Thanks for the welcome Laura.  Reading past posts, it seems like a lot of people use LWC with varying reports of how they find the service there.  Hope to start treatment in July, all being well, and the staff i've met so far at Bourn hall seem pretty open.  Now that it's all become a reality after years of thinking and a year of planning, i'm starting to get pretty anxious about the impending emotional upheaval....friends and family at the ready for lots of support, and I've told my manager at work who is very supportive about anytime I will need away from work. 
Francesca x


----------



## suitcase of dreams (Oct 7, 2007)

Yes, LWC is one of the few clinics with plenty of sperm, so you'll find quite a few of us single girls there....

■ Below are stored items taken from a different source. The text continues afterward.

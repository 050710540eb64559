// SPDX-License-Identifier: GPL-2.0-or-later
#include "ensemble/warm_up_buffer.h"

#include <catch2/catch.hpp>
#include <vector>

using namespace deviascope;

namespace {

Draws one_walker() {
    Draws draws;
    draws.n_replicates = 1;
    draws.n_walkers = 1;
    draws.n_parameters = 2;
    return draws;
}

/// Runs to `step` in legs of at most `leg` steps; every value written is the step itself.
void run_to(std::int64_t step, std::int64_t leg, std::int64_t& at, WarmUpBuffer& buffer) {
    while (at < step) {
        buffer.make_room();
        const std::int64_t end = std::min({at + leg, step, buffer.last_step_that_fits()});
        buffer.extend_to(end);
        for (++at; at <= end; ++at) {
            if (!buffer.keeps(at)) continue;
            const auto row = static_cast<std::size_t>(buffer.row_of(at));
            const auto value = static_cast<double>(at);
            buffer.rows().value[2 * row] = value;
            buffer.rows().value[2 * row + 1] = -value;
            buffer.rows().log_posterior[row] = value;
            buffer.rows().log_likelihood[row] = value;
        }
        at = end;
    }
}

/// The rule as it is written: keep every 2^j-th step; when full, drop every second row and let
/// j grow.
std::vector<std::int64_t> kept_by_the_rule(std::int64_t last_step) {
    std::vector<std::int64_t> kept;
    std::int64_t spacing = 1;
    for (std::int64_t step = 1; step <= last_step; ++step) {
        if (kept.size() == 512) {
            spacing *= 2;
            std::erase_if(kept, [&](std::int64_t old) { return old % spacing != 0; });
        }
        if (step % spacing == 0) kept.push_back(step);
    }
    return kept;
}

}  // namespace

TEST_CASE("the warm-up buffer keeps every 2^j-th step and at most 512 rows", "[ensemble]") {
    for (const std::int64_t leg : {1, 7, 100, 100000}) {
        WarmUpBuffer buffer(one_walker());
        std::int64_t at = 0;
        for (const std::int64_t step : {1, 2, 128, 511, 512, 513, 768, 1024, 1025, 5000}) {
            run_to(step, leg, at, buffer);
            const std::vector<std::int64_t> kept = kept_by_the_rule(step);
            REQUIRE(buffer.steps() == kept);
            REQUIRE(buffer.draws().n_rows == static_cast<Eigen::Index>(kept.size()));
            REQUIRE(buffer.draws().n_rows <= 512);
            for (std::size_t row = 0; row < kept.size(); ++row) {
                const auto value = static_cast<double>(kept[row]);
                REQUIRE(buffer.draws().value[2 * row] == value);
                REQUIRE(buffer.draws().value[2 * row + 1] == -value);
                REQUIRE(buffer.draws().log_posterior[row] == value);
                REQUIRE(buffer.draws().log_likelihood[row] == value);
            }
        }
        CHECK(buffer.spacing() == 16);
    }
}

TEST_CASE("the later half of the warm-up buffer", "[ensemble]") {
    WarmUpBuffer buffer(one_walker());
    CHECK(buffer.later_half() == 0);
    buffer.extend_to(1);
    CHECK(buffer.later_half() == 1);  // one row has no later half
    buffer.extend_to(128);
    CHECK(buffer.later_half() == 64);
    buffer.extend_to(5);
    CHECK(buffer.later_half() == 3);
}
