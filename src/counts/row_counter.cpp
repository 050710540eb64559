// SPDX-License-Identifier: GPL-2.0-or-later
#include "counts/row_counter.h"

#include <fmt/format.h>

#include "deviascope/core/error.h"

namespace deviascope {

namespace {

constexpr std::size_t none = static_cast<std::size_t>(-1);

/// Comparisons that NaN fails.
bool is_position(double lon_deg, double lat_deg) {
    return lon_deg >= -180.0 && lon_deg <= 360.0 && lat_deg >= -90.0 && lat_deg <= 90.0;
}

}  // namespace

RowCounter::RowCounter(const Selection& selection,
                       CutTable& cuts,
                       std::vector<BinTally>& tallies)
    : selection_(selection),
      to_job_(rotation(selection.input.frame, selection.frame)),
      cuts_(cuts),
      tallies_(tallies) {}

void RowCounter::add(const TableChunk& chunk,
                     const std::filesystem::path& path,
                     const TableReader& reader) {
    first_row_ = chunk.first_row;
    path_ = &path;
    reader_ = &reader;
    locate(chunk);
    const auto n_rows = static_cast<std::size_t>(chunk.n_rows());
    for (std::size_t row = 0; row < n_rows; ++row) {
        const std::size_t cut = cut_of(chunk, row);
        if (cut == none) {
            ++cuts_.report.rows_kept;
        } else {
            cuts_.remove_rows(cut);
        }
    }
    cuts_.report.rows_read += chunk.n_rows();
}

/// Directions in the job's frame and pixels of all rows of the chunk.
void RowCounter::locate(const TableChunk& chunk) {
    const std::vector<double>& lon = chunk.column[selection_.rows.lon];
    const std::vector<double>& lat = chunk.column[selection_.rows.lat];
    direction_.resize(lon.size());
    pixel_.resize(lon.size());
    is_bad_.resize(lon.size());
    for (std::size_t row = 0; row < lon.size(); ++row) {
        is_bad_[row] = !is_position(lon[row], lat[row]);
        direction_[row] = Direction::UnitX();
        if (!is_bad_[row]) direction_[row] = to_job_ * direction_of(lon[row], lat[row]);
    }
    selection_.grid.pixels_at(direction_, pixel_);
}

/// The line of the table of cuts that removes a row; none: the row is counted.
std::size_t RowCounter::cut_of(const TableChunk& chunk, std::size_t row) {
    if (is_bad_[row]) {
        bad_positions_.add([&] {
            return fmt::format("{} (lon {}, lat {})",
                               place(row),
                               chunk.column[selection_.rows.lon][row],
                               chunk.column[selection_.rows.lat][row]);
        });
        return cuts_.position;
    }
    const Verdict verdict = judge(selection_.rows.survey, chunk, row);
    if (verdict.kind == Verdict::Kind::outside) return cuts_.select[verdict.range];
    if (verdict.kind == Verdict::Kind::missing)
        return cuts_.missing[selection_.rows.survey[verdict.range].property];
    const std::int32_t sky_cut = selection_.sky.removed_by(pixel_[row]);
    if (sky_cut != SkyCuts::kept)
        return cuts_.first_sky_cut + static_cast<std::size_t>(sky_cut);
    if (selection_.sky.has_hole_at(direction_[row])) return cuts_.hole;
    return cut_by_bins(chunk, row);
}

/// Counts a row of a kept pixel in its bin; else says what removes it.
std::size_t RowCounter::cut_by_bins(const TableChunk& chunk, std::size_t row) {
    std::size_t home = none;
    std::size_t missing = none;
    std::size_t unexposed = none;
    for (const std::size_t bin : selection_.rows.selecting_bins) {
        const std::vector<ColumnRange>& ranges = selection_.rows.bins[bin];
        const Verdict verdict = judge(ranges, chunk, row);
        if (verdict.kind == Verdict::Kind::outside) continue;
        if (verdict.kind == Verdict::Kind::missing) {
            if (missing == none) missing = cuts_.missing[ranges[verdict.range].property];
        } else if (!selection_.sky.exposes(bin, pixel_[row], direction_[row])) {
            if (unexposed == none) unexposed = cuts_.bin_exposure[bin];
        } else if (home == none) {
            home = bin;
        } else {
            in_two_bins_.add([&] {
                const auto& bins = selection_.input.bins;
                return fmt::format(
                    "{} ({} and {})", place(row), bins[home].name, bins[bin].name);
            });
            break;
        }
    }
    if (home != none) {
        tallies_[home].add(pixel_[row]);
        return none;
    }
    if (unexposed != none) return unexposed;
    return missing != none ? missing : cuts_.no_bin;
}

std::string RowCounter::place(std::size_t row) const {
    return fmt::format("{} {}",
                       path_->filename().string(),
                       reader_->place_of_row(first_row_ + static_cast<std::int64_t>(row)));
}

void RowCounter::refuse_offending_rows() const {
    const std::string survey = "survey " + selection_.input.name;
    if (bad_positions_.size() > 0 && selection_.input.bad_rows == BadRows::stop) {
        throw InputError({survey,
                          bad_positions_.found("a position that is missing or out of range"),
                          "lon -180 … 360 and lat -90 … 90, in degrees",
                          "correct the rows, or set bad_rows = \"skip\" to leave them out"});
    }
    if (in_two_bins_.size() > 0) {
        throw InputError(
            {survey,
             in_two_bins_.found("a place in two bins"),
             "bins of one survey share no source",
             "make the ranges of the bins disjoint: they are half-open, [lo, hi)"});
    }
}

}  // namespace deviascope
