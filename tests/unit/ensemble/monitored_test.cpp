// SPDX-License-Identifier: GPL-2.0-or-later
#include "deviascope/ensemble/monitored.h"

#include <catch2/catch.hpp>
#include <string>
#include <vector>

using namespace deviascope;

TEST_CASE("sampled parameters, free amplitudes and free directions are watched", "[ensemble]") {
    const std::vector<Parameter> parameters = {
        {"velocity.x", "c", "", Role::sampled},
        {"velocity.y", "c", "", Role::sampled},
        {"velocity.z", "c", "", Role::sampled},
        {"intrinsic.dunlin.x", "1", "", Role::sampled},
        {"intrinsic.dunlin.y", "1", "", Role::sampled},
        {"intrinsic.dunlin.z", "1", "", Role::sampled},
        {"weight.dunlin.faint", "1", "", Role::constant},
        {"monopole.dunlin.faint", "1/sr", "", Role::redrawn}};
    const std::vector<VectorParameter> vectors = {{"velocity", 0, true, true},
                                                  {"intrinsic.dunlin", 3, true, false}};
    std::vector<std::string> names;
    for (const MonitoredScalar& scalar : monitored_scalars(parameters, vectors))
        names.push_back(scalar.name);
    CHECK(names == std::vector<std::string>{"velocity.x",
                                            "velocity.y",
                                            "velocity.z",
                                            "intrinsic.dunlin.x",
                                            "intrinsic.dunlin.y",
                                            "intrinsic.dunlin.z",
                                            "velocity.amplitude",
                                            "velocity.direction.x",
                                            "velocity.direction.y",
                                            "velocity.direction.z",
                                            "intrinsic.dunlin.amplitude"});
}

TEST_CASE("a fixed vector adds nothing to what is watched", "[ensemble]") {
    const std::vector<Parameter> parameters(3, {"v", "c", "", Role::constant});
    CHECK(monitored_scalars(parameters, {{"v", 0, false, false}}).empty());
}

TEST_CASE("values of watched scalars", "[ensemble]") {
    using Kind = MonitoredScalar::Kind;
    const double row[] = {9.0, 2.0, -3.0, 6.0, 0.0, 0.0, 0.0};
    CHECK(MonitoredScalar{"p", Kind::parameter, 2, 0}.value(row) == -3.0);
    CHECK(MonitoredScalar{"a", Kind::amplitude, 1, 0}.value(row) == Approx(7.0));
    CHECK(MonitoredScalar{"d", Kind::direction, 1, 1}.value(row) == Approx(-3.0 / 7.0));
    // A vector of length zero has no direction.
    CHECK(MonitoredScalar{"d", Kind::direction, 4, 2}.value(row) == 0.0);
    // Squares would underflow; the amplitude must not.
    const double tiny[] = {3e-200, 4e-200, 0.0};
    CHECK(MonitoredScalar{"a", Kind::amplitude, 0, 0}.value(tiny) == Approx(5e-200));
}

I think they're fine. I've never had any problems as such. The nurses are all lovely and generally speaking I've found the service pretty good - they're even getting to know my name now so I get a slightly more personal service (which is also a bad thing as it means I've been there too many times - and still no result!)

Probably rather late notice for you, but we're meeting up on Saturday in Stratford upon Avon (check out the thread) - you're welcome to come along if you want to meet some of us in person...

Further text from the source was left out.